Hello all, like the title states, i'm brand new to this(although i have shot some in my life). I'm looking at buying a bow and was wondering what were some of the things that are must buys if i buy a bare bone bow. Looking at a Hoyt powermax. 

Thanks,
Alex


----------



## nuts&bolts (Mar 25, 2005)

Alexmends09 said:


> Hello all, like the title states, i'm brand new to this(although i have shot some in my life). I'm looking at buying a bow and was wondering what were some of the things that are must buys if i buy a bare bone bow. Looking at a Hoyt powermax.
> 
> Thanks,
> Alex


1) arrow rest installed and tuned by the pro shop (horizontal and vertical position
2) pin sight installed and tuned by the pro shop (help you sight in for 20 yards)
3) arrows fully assembled, proper stiffness rating for your draw weight, your draw length, and the power rating of the bow
4) handheld release
5) arrow puller
6) portable target
7) peep sight installed by the pro shop
8) d-loop installed by the pro shop (correct vertical position on the center serving, in relation to the arrow rest height)
9) quiver is nice to have


----------



## nuts&bolts (Mar 25, 2005)

Read through this.

https://www.huntersfriend.com/about-our-archery-pro-shop-compound-bow-package-program.html

Describes what comes with the "package".


----------



## Alexmends09 (Jan 5, 2020)

awesome, thanks!


----------



## MN_Condor (Dec 28, 2019)

Exactly what nuts&bolts said.

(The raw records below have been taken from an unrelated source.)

"""Exact medians and percentiles of values that arrive in blocks, in bounded memory.

The values are read again on each pass (``blocks`` is a function returning a fresh
iterable of float64 arrays). Each pass narrows every wanted order statistic to the values
sharing more leading bits of an order-preserving 64-bit key; once few enough values
remain (`COLLECT_LIMIT`) they are gathered and partitioned. The results are the very
numbers NumPy gives on the whole array: `median` equals ``numpy.median`` and
`percentiles` ``numpy.percentile`` (method "linear"), bit for bit; the interpolation
repeats NumPy 2's formula (``numpy/lib/_function_base_impl.py``: the "linear" entry of
``_QuantileMethods``, ``_get_indexes``, ``_lerp``), and tests compare both on many sizes.
One exception: where −0.0 and +0.0 tie at the wanted rank, which of the two NumPy's
partition returns is not repeated (the values compare equal).
"""

from __future__ import annotations

import math
from collections.abc import Callable, Iterable, Sequence

import numpy as np

from estimator.errors import EstimatorError

__all__ = ["COLLECT_LIMIT", "Blocks", "median", "order_statistics", "percentiles"]

#: A function returning the values again, as float64 blocks, each time it is called.
Blocks = Callable[[], Iterable[np.ndarray]]
#: At most this many values are gathered at once (2 MB of keys).
COLLECT_LIMIT = 1 << 18
_DIGIT = 16  # key bits resolved per pass
_SIGN = np.uint64(1 << 63)


def _keys(values: np.ndarray) -> np.ndarray:
    """Order-preserving unsigned keys of float64 values (not NaN)."""
    bits = np.ascontiguousarray(values, dtype=np.float64).view(np.uint64)
    return np.where(bits & _SIGN, ~bits, bits | _SIGN)


def _value(key: int) -> float:
    key = np.uint64(key)
    bits = key & ~_SIGN if key & _SIGN else ~key
    return float(np.array([bits], dtype=np.uint64).view(np.float64)[0])


def order_statistics(blocks: Blocks, ranks: Sequence[int]) -> tuple[int, int, list[float]]:
    """``(count, NaN count, [k-th smallest value for k in ranks])``, ranks from 0.

    NaN values are counted and left out of the ranking; ``ranks`` must lie in
    ``[0, count − NaN count)``.
    """
    n = nans = 0
    hist = np.zeros(1 << _DIGIT, dtype=np.int64)
    for block in blocks():
        block = np.asarray(block, dtype=np.float64)
        bad = np.isnan(block)
        n += block.size
        if bad.any():
            nans += int(np.count_nonzero(bad))
            block = block[~bad]
        hist += np.bincount((_keys(block) >> np.uint64(64 - _DIGIT)).astype(np.intp),
                            minlength=1 << _DIGIT)  # fmt: skip
    valid = n - nans
    for r in ranks:
        if not 0 <= r < valid:
            raise EstimatorError(f"rank {r} is outside [0, {valid}): {valid} values to rank")
    # each wanted rank: (key prefix, bits used, rank within the prefix's values, count)
    wanted = {r: _narrow(hist, 0, 0, r) for r in ranks}
    found: dict[int, float] = {}
    while len(found) < len(wanted):
        groups = {(p, used, c) for r, (p, used, _, c) in wanted.items() if r not in found}
        parts: dict[tuple[int, int], list[np.ndarray]] = {(p, u): [] for p, u, _ in groups}
        hists = {
            (p, u): np.zeros(1 << _DIGIT, np.int64) for p, u, c in groups if c > COLLECT_LIMIT
        }
        for block in blocks():
            block = np.asarray(block, dtype=np.float64)
            keys = _keys(block[~np.isnan(block)])
            for p, used, _ in groups:
                mine = keys[(keys >> np.uint64(64 - used)) == np.uint64(p)]
                if (p, used) in hists:
                    digit = (mine >> np.uint64(64 - used - _DIGIT)) & np.uint64((1 << _DIGIT) - 1)
                    hists[p, used] += np.bincount(digit.astype(np.intp), minlength=1 << _DIGIT)
                else:
                    parts[p, used].append(mine)
        for r, (p, used, within, _) in list(wanted.items()):
            if r in found:
                continue
            if (p, used) in hists:
                wanted[r] = _narrow(hists[p, used], p, used, within)
                if wanted[r][1] == 64:  # every key of the group is the same
                    found[r] = _value(wanted[r][0])
            else:
                keys = np.concatenate(parts[p, used])
                found[r] = _value(int(np.partition(keys, within)[within]))
    return n, nans, [found[r] for r in ranks]


def _narrow(hist: np.ndarray, prefix: int, used: int, rank: int) -> tuple[int, int, int, int]:
    """The next digit holding the ``rank``-th value: (prefix, bits used, rank, count)."""
    cum = np.cumsum(hist)
    digit = int(np.searchsorted(cum, rank, side="right"))
    before = int(cum[digit - 1]) if digit else 0
    return (prefix << _DIGIT) | digit, used + _DIGIT, rank - before, int(hist[digit])


def _count(blocks: Blocks) -> tuple[int, int]:
    n = nans = 0
    for block in blocks():
        n += np.asarray(block).size
        nans += int(np.count_nonzero(np.isnan(block)))
    return n, nans


def median(blocks: Blocks) -> float:
    """``numpy.median`` of the concatenated blocks (NaN if any value is NaN).

    Raises:
        EstimatorError: there are no values.
    """
    n, nans = _count(blocks)
    if n == 0:
        raise EstimatorError("no values: the median of an empty set is undefined")
    if nans:
        return math.nan
    ranks = [n // 2] if n % 2 else [n // 2 - 1, n // 2]
    values = order_statistics(blocks, ranks)[2]
    return float(np.median(np.array(values)))  # the mean of the middle two as NumPy forms it


def percentiles(blocks: Blocks, q: Sequence[float]) -> list[float]:
    """``numpy.percentile(values, q)`` (method "linear") of the concatenated blocks.

    Raises:
        EstimatorError: no values, a NaN among them, or a percentile outside [0, 100].
    """
    n, nans = _count(blocks)
    if n == 0 or nans:
        raise EstimatorError(f"{n} values, {nans} NaN: give at least one value and no NaN")
    qs = np.true_divide(np.asarray(q, dtype=np.float64), 100)
    if not np.all((qs >= 0.0) & (qs <= 1.0)):
        raise EstimatorError(f"percentiles {list(q)!r}: each must be in [0, 100]")
    virtual = (n - 1) * qs
    previous = np.floor(virtual)
    following = previous + 1
    above = virtual >= n - 1
    previous[above], following[above] = n - 1, n - 1
    below = virtual < 0
    previous[below], following[below] = 0, 0
    prev_i, next_i = previous.astype(np.intp), following.astype(np.intp)
    ranks = sorted({int(i) for i in (*prev_i, *next_i)})
    got = dict(zip(ranks, order_statistics(blocks, ranks)[2], strict=True))
    a = np.array([got[int(i)] for i in prev_i])
    b = np.array([got[int(i)] for i in next_i])
    gamma = np.asarray(virtual - np.floor(virtual))
    diff = b - a
    out = np.add(a, diff * gamma)
    np.subtract(b, diff * (1 - gamma), out=out, where=gamma >= 0.5)
    return [float(v) for v in out]
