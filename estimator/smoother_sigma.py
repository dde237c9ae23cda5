"""The stated uncertainty of a linear smoother whose prior is only approximately right.

The Rauch–Tung–Striebel covariance of a smoother is the error covariance *if the force
follows the prior*. One random-walk or integrated-random-walk intensity fitted to a whole
record rarely does: a sine is smoother than the integrated random walk that explains it
best, a staircase is flat between steps that a random walk must be rough enough to
follow. There the smoothed covariance counts motion the load never makes; on the accuracy
benchmark it was 1.4–2 times the actual error on smooth loads and up to 20 times on the
holds of staircases (33 of 45 records covered above 0.99).

Here the smoother's error ``ê = G·z − F`` (``G`` the smoother, linear in the data for fixed
gains) is split as it really is:

* **noise part** ``G·n``: the smoother's response to the measurement noise alone. Its
  variance ``V`` is estimated by running the same smoother (same gains) on ``replicas``
  simulated noise records of the transducer's own variance, then averaged over a sliding
  window of ``window`` samples (``V`` changes only slowly: after start-up, around gaps);
* **bias part** ``G·h − F``, with ``h`` the noise-free displacement: unknown, estimated
  by plug-in — the smoothed displacement stands in for ``h`` and the smoothed force for
  ``F``, ``b̂ = G·x̂ − F̂`` (the usual plug-in estimate of a linear smoother's bias; e.g.
  Wasserman, "All of Nonparametric Statistics", 2006, ch. 5, from memory).

The stated variance is ``V + b̂²``. The noise records come from a generator with a fixed
seed, so the result is reproducible to the bit.
"""

from __future__ import annotations

from collections.abc import Callable, Iterable, Iterator

import numpy as np
from scipy.ndimage import uniform_filter1d

from estimator.spill import SpillFolder, chunks

__all__ = ["smoother_variance", "smoother_variance_in_slices"]

REPLICAS = 8  # simulated noise records
WINDOW = 101  # samples averaged for the noise variance
SEED = 20261204  # fixed: the same record gives the same σ on every machine

#: ``smooth(record, emit)``: the smoother with its gains fixed, given a record's slices in
#: order (displacement, m, NaN where left out), calls ``emit(first row, smoothed force N)``
#: once per slice, in any order.
SliceSmoother = Callable[[Iterable[np.ndarray], Callable[[int, np.ndarray], None]], None]
Rows = Callable[[int, int], np.ndarray]  # rows a..b of a record-long quantity


def smoother_variance(
    smooth: Callable[[np.ndarray], np.ndarray],
    displacement_m: np.ndarray,
    smoothed_displacement_m: np.ndarray,
    smoothed_force_n: np.ndarray,
    noise_sd_m: float,
    *,
    replicas: int = REPLICAS,
    window: int = WINDOW,
) -> np.ndarray:
    """Variance (N²) of the smoothed force, noise part plus plug-in bias², shape (n,).

    Args:
        smooth: the smoother with its gains fixed: displacement record (m, NaN where
            missing) to smoothed force (N).
        displacement_m: the record it smoothed (NaN marks samples left out).
        smoothed_displacement_m: its smoothed displacement.
        smoothed_force_n: its smoothed force.
        noise_sd_m: standard deviation of one measurement (noise and quantisation).
    """
    n = displacement_m.size
    out = np.empty(n)
    if n == 0:
        return out

    def whole(record: Iterable[np.ndarray], emit: Callable[[int, np.ndarray], None]) -> None:
        emit(0, smooth(next(iter(record))))

    def keep(a: int, values: np.ndarray) -> None:
        out[a : a + values.size] = values

    with SpillFolder(in_files=False) as scratch:
        smoother_variance_in_slices(
            whole,
            lambda a, b: np.isnan(displacement_m[a:b]),
            lambda a, b: smoothed_displacement_m[a:b],
            lambda a, b: smoothed_force_n[a:b],
            noise_sd_m,
            n,
            scratch,
            keep,
            replicas=replicas,
            window=window,
            chunk=max(n, 1),
        )
    return out


def smoother_variance_in_slices(
    smooth: SliceSmoother,
    missing: Rows,
    smoothed_displacement_m: Rows,
    smoothed_force_n: Rows,
    noise_sd_m: float,
    n: int,
    scratch: SpillFolder,
    emit: Callable[[int, np.ndarray], None],
    *,
    replicas: int = REPLICAS,
    window: int = WINDOW,
    chunk: int,
) -> None:
    """`smoother_variance` of a record of ``n`` rows walked through in slices of ``chunk``
    rows (the noise power is kept in ``scratch``): ``emit(first row, variance N²)`` once per
    slice. On a record of one slice the numbers are those of `smoother_variance`."""
    rng = np.random.default_rng(SEED)
    power = scratch.reused("noise_power", n, np.float64)

    def noise() -> Iterator[np.ndarray]:
        for a, b in chunks(0, n, chunk):
            yield np.where(missing(a, b), np.nan, rng.normal(0.0, noise_sd_m, b - a))

    for replica in range(replicas):

        def add(a: int, force: np.ndarray, first: bool = replica == 0) -> None:
            power.write(a, force**2 if first else power.read(a, a + force.size) + force**2)

        smooth(noise(), add)
    size = min(window, n)

    def noise_var(a: int, b: int) -> np.ndarray:
        # the moving average of rows a..b from the rows it reaches
        lo, hi = max(a - window, 0), min(b + window, n)
        return uniform_filter1d(power.read(lo, hi) / replicas, size=size, mode="nearest")[
            a - lo : b - lo
        ]

    def with_bias(a: int, force: np.ndarray) -> None:
        b = a + force.size
        bias = force - smoothed_force_n(a, b)
        emit(a, noise_var(a, b) + bias * bias)

    smooth(
        (
            np.where(missing(a, b), np.nan, smoothed_displacement_m(a, b))
            for a, b in chunks(0, n, chunk)
        ),
        with_bias,
    )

I just picked up a Powermax LD from a pro shop, my first bow, and they did all this stuff for me. Made things a lot easier having the bow set up and ready to go, and they should have you shoot for a bit to make sure everything is feeling right to you with the bow.


----------



## Alexmends09 (Jan 5, 2020)

MN_Condor said:


> Exactly what nuts&bolts said. I just picked up a Powermax LD from a pro shop, my first bow, and they did all this stuff for me. Made things a lot easier having the bow set up and ready to go, and they should have you shoot for a bit to make sure everything is feeling right to you with the bow.


Boy did the pro shop help in understanding all that's involved in archery. Have the same bow and love it!


----------